Items listed in a dataset =

==========

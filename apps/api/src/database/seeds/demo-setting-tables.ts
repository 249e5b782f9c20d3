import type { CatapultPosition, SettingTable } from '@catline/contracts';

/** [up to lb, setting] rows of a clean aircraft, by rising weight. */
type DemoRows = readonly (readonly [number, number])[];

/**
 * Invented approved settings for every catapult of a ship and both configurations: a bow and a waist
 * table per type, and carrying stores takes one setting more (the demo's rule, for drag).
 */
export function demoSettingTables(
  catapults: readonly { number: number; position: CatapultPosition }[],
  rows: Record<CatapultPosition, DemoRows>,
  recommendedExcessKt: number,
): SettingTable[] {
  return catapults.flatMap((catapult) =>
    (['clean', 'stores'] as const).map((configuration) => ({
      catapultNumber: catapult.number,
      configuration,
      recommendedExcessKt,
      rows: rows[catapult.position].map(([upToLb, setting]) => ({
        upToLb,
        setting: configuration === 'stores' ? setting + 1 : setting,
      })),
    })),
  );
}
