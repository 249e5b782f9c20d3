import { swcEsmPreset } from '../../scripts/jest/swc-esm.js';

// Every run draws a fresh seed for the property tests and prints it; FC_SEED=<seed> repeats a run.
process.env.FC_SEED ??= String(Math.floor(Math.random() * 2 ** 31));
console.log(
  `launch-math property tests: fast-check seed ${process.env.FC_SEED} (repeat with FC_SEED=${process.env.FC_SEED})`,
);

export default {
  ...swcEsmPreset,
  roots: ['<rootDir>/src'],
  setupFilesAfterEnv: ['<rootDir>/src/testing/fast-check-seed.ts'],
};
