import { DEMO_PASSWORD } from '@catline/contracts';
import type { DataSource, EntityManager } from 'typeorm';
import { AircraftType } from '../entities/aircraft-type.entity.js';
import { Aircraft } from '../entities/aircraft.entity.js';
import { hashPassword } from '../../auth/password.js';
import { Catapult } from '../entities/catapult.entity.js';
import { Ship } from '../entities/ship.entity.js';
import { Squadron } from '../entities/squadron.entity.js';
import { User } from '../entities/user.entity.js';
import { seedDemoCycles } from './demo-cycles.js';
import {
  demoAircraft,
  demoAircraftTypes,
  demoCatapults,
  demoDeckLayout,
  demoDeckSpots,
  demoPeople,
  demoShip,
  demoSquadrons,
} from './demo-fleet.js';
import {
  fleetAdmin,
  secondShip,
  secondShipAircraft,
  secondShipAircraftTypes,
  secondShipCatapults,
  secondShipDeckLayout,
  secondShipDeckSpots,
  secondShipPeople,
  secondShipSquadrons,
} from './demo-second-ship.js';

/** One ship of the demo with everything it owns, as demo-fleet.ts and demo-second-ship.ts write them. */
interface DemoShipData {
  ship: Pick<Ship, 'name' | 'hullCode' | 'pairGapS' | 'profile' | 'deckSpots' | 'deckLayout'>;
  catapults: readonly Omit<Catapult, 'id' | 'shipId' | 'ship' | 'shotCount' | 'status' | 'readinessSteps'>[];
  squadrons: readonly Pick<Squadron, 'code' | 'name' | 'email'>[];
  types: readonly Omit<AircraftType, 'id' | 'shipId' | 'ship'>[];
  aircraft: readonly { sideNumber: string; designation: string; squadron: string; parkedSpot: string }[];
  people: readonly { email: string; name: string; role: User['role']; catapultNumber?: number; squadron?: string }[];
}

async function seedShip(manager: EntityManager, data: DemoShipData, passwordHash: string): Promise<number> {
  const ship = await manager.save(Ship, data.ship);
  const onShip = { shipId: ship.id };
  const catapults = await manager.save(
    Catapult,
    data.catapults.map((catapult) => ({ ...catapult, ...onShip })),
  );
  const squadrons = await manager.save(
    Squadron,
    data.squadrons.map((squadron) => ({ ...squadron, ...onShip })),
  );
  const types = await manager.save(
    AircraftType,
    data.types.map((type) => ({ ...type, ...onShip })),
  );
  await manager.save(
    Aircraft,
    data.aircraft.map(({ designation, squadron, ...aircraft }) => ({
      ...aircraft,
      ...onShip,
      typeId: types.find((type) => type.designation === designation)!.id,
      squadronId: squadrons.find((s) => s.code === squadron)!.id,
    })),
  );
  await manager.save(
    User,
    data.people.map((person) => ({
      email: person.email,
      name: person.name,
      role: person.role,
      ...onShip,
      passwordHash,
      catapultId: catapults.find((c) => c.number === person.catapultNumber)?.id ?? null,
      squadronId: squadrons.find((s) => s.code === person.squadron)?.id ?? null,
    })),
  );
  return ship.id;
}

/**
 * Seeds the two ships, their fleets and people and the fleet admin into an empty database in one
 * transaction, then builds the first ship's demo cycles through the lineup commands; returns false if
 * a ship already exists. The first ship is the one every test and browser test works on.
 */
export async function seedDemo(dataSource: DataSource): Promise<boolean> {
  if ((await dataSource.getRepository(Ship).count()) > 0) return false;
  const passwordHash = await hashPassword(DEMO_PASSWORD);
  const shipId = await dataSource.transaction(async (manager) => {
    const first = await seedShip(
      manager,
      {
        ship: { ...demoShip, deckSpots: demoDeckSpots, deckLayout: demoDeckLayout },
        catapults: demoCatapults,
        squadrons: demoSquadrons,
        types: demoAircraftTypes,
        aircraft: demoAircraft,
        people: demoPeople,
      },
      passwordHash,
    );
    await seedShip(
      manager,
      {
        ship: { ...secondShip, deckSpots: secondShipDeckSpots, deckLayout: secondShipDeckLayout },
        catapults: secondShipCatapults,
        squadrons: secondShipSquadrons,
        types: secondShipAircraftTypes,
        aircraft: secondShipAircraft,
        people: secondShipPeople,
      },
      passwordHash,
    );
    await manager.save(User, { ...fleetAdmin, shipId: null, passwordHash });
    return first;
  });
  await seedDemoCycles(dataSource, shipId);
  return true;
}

==========

Task to complete = Output the complete data verbatim.

Result of this task =
filename apps/api/src/database/seeds/demo-setting-tables.ts
repository 249e5b782f9c20d3
import type { CatapultPosition, SettingTable } from '@catline/contracts';

/** [up to lb, setting] rows of a clean aircraft, by rising weight. */
type DemoRows = readonly (readonly [number, number])[];

/**
 * Invented approved settings for every catapult of a ship and both configurations: a bow and a waist
 * table per type, and carrying stores takes one setting more (the demo's rule, for drag).
 */
export function demoSettingTables(
  catapults: readonly { number: number; position: CatapultPosition }[],
  rows: Record<CatapultPosition, DemoRows>,
  recommendedExcessKt: number,
): SettingTable[] {
  return catapults.flatMap((catapult) =>
    (['clean', 'stores'] as const).map((configuration) => ({
      catapultNumber: catapult.number,
      configuration,
      recommendedExcessKt,
      rows: rows[catapult.position].map(([upToLb, setting]) => ({
        upToLb,
        setting: configuration === 'stores' ? setting + 1 : setting,
      })),
    })),
  );
}
repository 249e5b782f9c20d3
import { swcEsmPreset } from '../../scripts/jest/swc-esm.js';

// Every run draws a fresh seed for the property tests and prints it; FC_SEED=<seed> repeats a run.
process.env.FC_SEED ??= String(Math.floor(Math.random() * 2 ** 31));
console.log(
  `launch-math property tests: fast-check seed ${process.env.FC_SEED} (repeat with FC_SEED=${process.env.FC_SEED})`,
);

export default {
  ...swcEsmPreset,
  roots: ['<rootDir>/src'],
  setupFilesAfterEnv: ['<rootDir>/src/testing/fast-check-seed.ts'],
};
import { DEMO_PASSWORD } from '@catline/contracts';
import type { DataSource, EntityManager } from 'typeorm';
import { AircraftType } from '../entities/aircraft-type.entity.js';
import { Aircraft } from '../entities/aircraft.entity.js';
import { hashPassword } from '../../auth/password.js';
import { Catapult } from '../entities/catapult.entity.js';
import { Ship } from '../entities/ship.entity.js';
import { Squadron } from '../entities/squadron.entity.js';
import { User } from '../entities/user.entity.js';
import { seedDemoCycles } from './demo-cycles.js';
import {
  demoAircraft,
  demoAircraftTypes,
  demoCatapults,
  demoDeckLayout,
  demoDeckSpots,
  demoPeople,
  demoShip,
  demoSquadrons,
} from './demo-fleet.js';
import {
  fleetAdmin,
  secondShip,
  secondShipAircraft,
  secondShipAircraftTypes,
  secondShipCatapults,
  secondShipDeckLayout,
  secondShipDeckSpots,
  secondShipPeople,
  secondShipSquadrons,
} from './demo-second-ship.js';

/** One ship of the demo with everything it owns, as demo-fleet.ts and demo-second-ship.ts write them. */
interface DemoShipData {
  ship: Pick<Ship, 'name' | 'hullCode' | 'pairGapS' | 'profile' | 'deckSpots' | 'deckLayout'>;
  catapults: readonly Omit<Catapult, 'id' | 'shipId' | 'ship' | 'shotCount' | 'status' | 'readinessSteps'>[];
  squadrons: readonly Pick<Squadron, 'code' | 'name' | 'email'>[];
  types: readonly Omit<AircraftType, 'id' | 'shipId' | 'ship'>[];
  aircraft: readonly { sideNumber: string; designation: string; squadron: string; parkedSpot: string }[];
  people: readonly { email: string; name: string; role: User['role']; catapultNumber?: number; squadron?: string }[];
}

async function seedShip(manager: EntityManager, data: DemoShipData, passwordHash: string): Promise<number> {
  const ship = await manager.save(Ship, data.ship);
  const onShip = { shipId: ship.id };
  const catapults = await manager.save(
    Catapult,
    data.catapults.map((catapult) => ({ ...catapult, ...onShip })),
  );
  const squadrons = await manager.save(
    Squadron,
    data.squadrons.map((squadron) => ({ ...squadron, ...onShip })),
  );
  const types = await manager.save(
    AircraftType,
    data.types.map((type) => ({ ...type, ...onShip })),
  );
  await manager.save(
    Aircraft,
    data.aircraft.map(({ designation, squadron, ...aircraft }) => ({
      ...aircraft,
      ...onShip,
      typeId: types.find((type) => type.designation === designation)!.id,
      squadronId: squadrons.find((s) => s.code === squadron)!.id,
    })),
  );
  await manager.save(
    User,
    data.people.map((person) => ({
      email: person.email,
      name: person.name,
      role: person.role,
      ...onShip,
      passwordHash,
      catapultId: catapults.find((c) => c.number === person.catapultNumber)?.id ?? null,
      squadronId: squadrons.find((s) => s.code === person.squadron)?.id ?? null,
    })),
  );
  return ship.id;
}

/**
 * Seeds the two ships, their fleets and people and the fleet admin into an empty database in one
 * transaction, then builds the first ship's demo cycles through the lineup commands; returns false if
 * a ship already exists. The first ship is the one every test and browser test works on.
 */
export async function seedDemo(dataSource: DataSource): Promise<boolean> {
  if ((await dataSource.getRepository(Ship).count()) > 0) return false;
  const passwordHash = await hashPassword(DEMO_PASSWORD);
  const shipId = await dataSource.transaction(async (manager) => {
    const first = await seedShip(
      manager,
      {
        ship: { ...demoShip, deckSpots: demoDeckSpots, deckLayout: demoDeckLayout },
        catapults: demoCatapults,
        squadrons: demoSquadrons,
        types: demoAircraftTypes,
        aircraft: demoAircraft,
        people: demoPeople,
      },
      passwordHash,
    );
    await seedShip(
      manager,
      {
        ship: { ...secondShip, deckSpots: secondShipDeckSpots, deckLayout: secondShipDeckLayout },
        catapults: secondShipCatapults,
        squadrons: secondShipSquadrons,
        types: secondShipAircraftTypes,
        aircraft: secondShipAircraft,
        people: secondShipPeople,
      },
      passwordHash,
    );
    await manager.save(User, { ...fleetAdmin, shipId: null, passwordHash });
    return first;
  });
  await seedDemoCycles(dataSource, shipId);
  return true;
}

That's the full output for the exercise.